Andrew Mackie owns shares in BP, Shell, Glencore and Anglo American.
Jon Smith
A key factor for me in 2024 is focusing on dividend forecasts, not just the dividend yield. Most major companies will report the full-year results in Q1. This usually coincides with the announcement of a dividend, so it’s good to get a head start on planning in December.
As we’ve now had most of the financial year, I can look at analysts forecasts for what the expectation is for dividend potential. The stocks that are likely to boost dividend payments should warrant a higher spot on my watchlist then before.
For example, WPP is forecasted to increase the dividend per share from 39.4p this year to 41.6p next year. Given it currently has a 5.45% yield, I’d expect it to increase. This is one stock that I’m considering to buy within the coming couple of months.
On the other hand, I’d look to avoid Mobico Group. Even though the 9.63% yield looks attractive now, the expectation is for the dividend to fall from 6.7p in 2023 to 5.2p in 2024. It’s true that the business is struggling, so the long-term income potential here might not be worth it.
This shows that using the forecasts for next year can help me to make more informed investment choices.
Jon Smith has no position in any shares mentioned.
Roland Head
Many big UK financial stocks are offering unusually high dividend yields right now. It’s easy to find well-established companies yielding 6% to 10%.
Of course, high yields can be a sign that problems lie ahead. Many investors use 6% as a rule of thumb for dividend safety. I understand why, but in this case I’m not sure that this rule makes sense.
Investors’ main fear seems to be that a recession will hit the global economy next year, with knock-on effects for financial businesses. I can’t rule out this risk, but I’m not seeing any sign of it yet.
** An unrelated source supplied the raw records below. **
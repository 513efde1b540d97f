import { expect, test } from '@playwright/test'
import { signInAs, watchConsole } from './helpers'
import { freshVin } from '../helpers/vins'
import { openForm } from './tow-in-form'

// The demo yard runs the California sample: a private-property tow must be reported to the local
// traffic law enforcement agency within an hour (Cal. Veh. Code § 22658, sample value from memory).
test('a private-property tow shows the police clock at once and the dispatcher records the notification', async ({ page }) => {
  test.slow()
  const problems = watchConsole(page)
  await openForm(page)
  const map = page.getByTestId('map')
  await expect(map.locator('img.leaflet-tile-loaded').first()).toBeVisible()
  const box = (await map.boundingBox())!
  await page.mouse.click(box.x + box.width * 0.6, box.y + box.height * 0.4)

  await expect(page.getByTestId('police-hint')).toHaveCount(0)
  await page.getByText('Private-property tow', { exact: true }).click()
  // Before anything is saved: the duty, its time and its statute.
  await expect(page.getByTestId('police-hint')).toContainText('within 1 hour')
  await expect(page.getByTestId('police-hint')).toContainText('22658')
  await page.getByLabel('Who asked for the tow').fill('Sunridge Plaza management')
  await page.getByLabel('VIN', { exact: true }).fill(freshVin())
  await page.getByLabel('Make', { exact: true }).fill('Kestra')
  await page.getByLabel('Colour', { exact: true }).fill('Grey')
  await page.getByLabel('Odometer', { exact: true }).fill('64020')
  await page.getByRole('radiogroup', { name: 'Keys with the vehicle' }).getByText('No', { exact: true }).click()
  await page.getByRole('button', { name: 'Log the vehicle' }).click()

  // The confirmation names the time the police must be told by, and the vehicle page opens on the clock.
  await expect(page.getByRole('alert').filter({ hasText: 'Tell the police by' })).toBeVisible()
  await expect(page).toHaveURL(/\/vehicles\/[0-9a-f-]{36}$/)
  const vehicleId = page.url().split('/').at(-1)!
  const panel = page.getByTestId('police-panel')
  await expect(panel).toHaveAttribute('data-status', 'open')
  await expect(panel).toContainText(/\d+ min left/)
  await page.screenshot({ path: 'test-results/screens/police-open.png', fullPage: false })

  // The card on the board says so too, in words.
  const stock = (await page.getByTestId('stock-number').textContent())!.trim()
  await page.getByRole('navigation', { name: 'Main' }).getByRole('link', { name: 'Board' }).click()
  await expect(page.locator(`[data-stock="${stock}"]`).getByTestId('police-badge')).toContainText('Tell the police')
  await page.locator(`[data-stock="${stock}"]`).getByRole('link', { name: stock }).click()
  await expect(page).toHaveURL(new RegExp(`/vehicles/${vehicleId}$`))

  await panel.getByRole('button', { name: 'Record the notification' }).click()
  const dialog = page.getByRole('dialog', { name: 'The police were told of the tow' })
  // A blank agency is refused beside its field, and nothing is sent.
  await dialog.getByRole('button', { name: 'Save the notification' }).click()
  await expect(dialog.getByText('Name the police agency you told.')).toBeVisible()
  await dialog.getByLabel('Police agency').fill('Orrin Flats Police Department')
  await dialog.getByLabel('Who took the call (optional)').fill('Desk officer Lena Marsh')
  await dialog.getByLabel('Report number (optional)').fill('OFPD-7781')
  const saved = page.waitForResponse((r) => r.url().endsWith(`/api/vehicles/${vehicleId}/police-notice`) && r.request().method() === 'POST')
  await dialog.getByRole('button', { name: 'Save the notification' }).click()
  expect((await saved).status()).toBe(201)
  await expect(dialog).toBeHidden()
  await expect(panel).toHaveAttribute('data-status', 'met')
  await expect(panel).toContainText('Told Orrin Flats Police Department')
  await expect(panel).toContainText('Report number OFPD-7781')
  await expect(page.getByTestId('history')).toContainText('Police told of the tow')
  await page.screenshot({ path: 'test-results/screens/police-met.png', fullPage: false })
  expect(problems).toEqual([])
})

test('the Deadlines page lists a vehicle’s deadline and links to it', async ({ page }) => {
  const problems = watchConsole(page)
  await signInAs(page, 'office')
  await page.getByRole('navigation', { name: 'Main' }).getByRole('link', { name: 'Deadlines' }).click()
  await expect(page).toHaveURL(/\/deadlines$/)
  await expect(page.getByRole('heading', { name: 'Deadlines', level: 1 })).toBeVisible()
  // The demo's newest private-property tow has not been reported: overdue, first on the page.
  await page.getByTestId('deadlines-filter-police').click()
  await expect(page).toHaveURL(/\/deadlines\?kind=police$/)
  const entry = page.getByTestId('deadline-entry').first()
  await expect(entry).toHaveAttribute('data-kind', 'police')
  await expect(entry).toContainText('Overdue')
  await entry.getByText('Rule and citation').click()
  await expect(entry).toContainText('22658')
  const vehicleId = (await entry.getAttribute('data-vehicle'))!
  const stock = (await entry.locator('.deadline-entry__stock').textContent())!.trim()
  await entry.getByRole('link', { name: stock }).click()
  await expect(page).toHaveURL(new RegExp(`/vehicles/${vehicleId}$`))
  await expect(page.getByTestId('stock-number')).toHaveText(stock)
  await expect(page.getByTestId('police-panel')).toHaveAttribute('data-status', 'overdue')
  expect(problems).toEqual([])
})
Companies such as Legal & General (8.3% yield), life insurer Phoenix Group (10.8% yield) and M&G (9.4% yield) have all reported fairly stable trading this year.
My analysis of these companies’ recent results suggests to me that their dividends are supported by genuine surplus cash being generated from their operations. I think they look cheap.
I’m planning to increase my exposure to this sector as we head into 2024, with a view to boosting the income yield I receive from my portfolio.
Roland owns shares in Legal & General Group.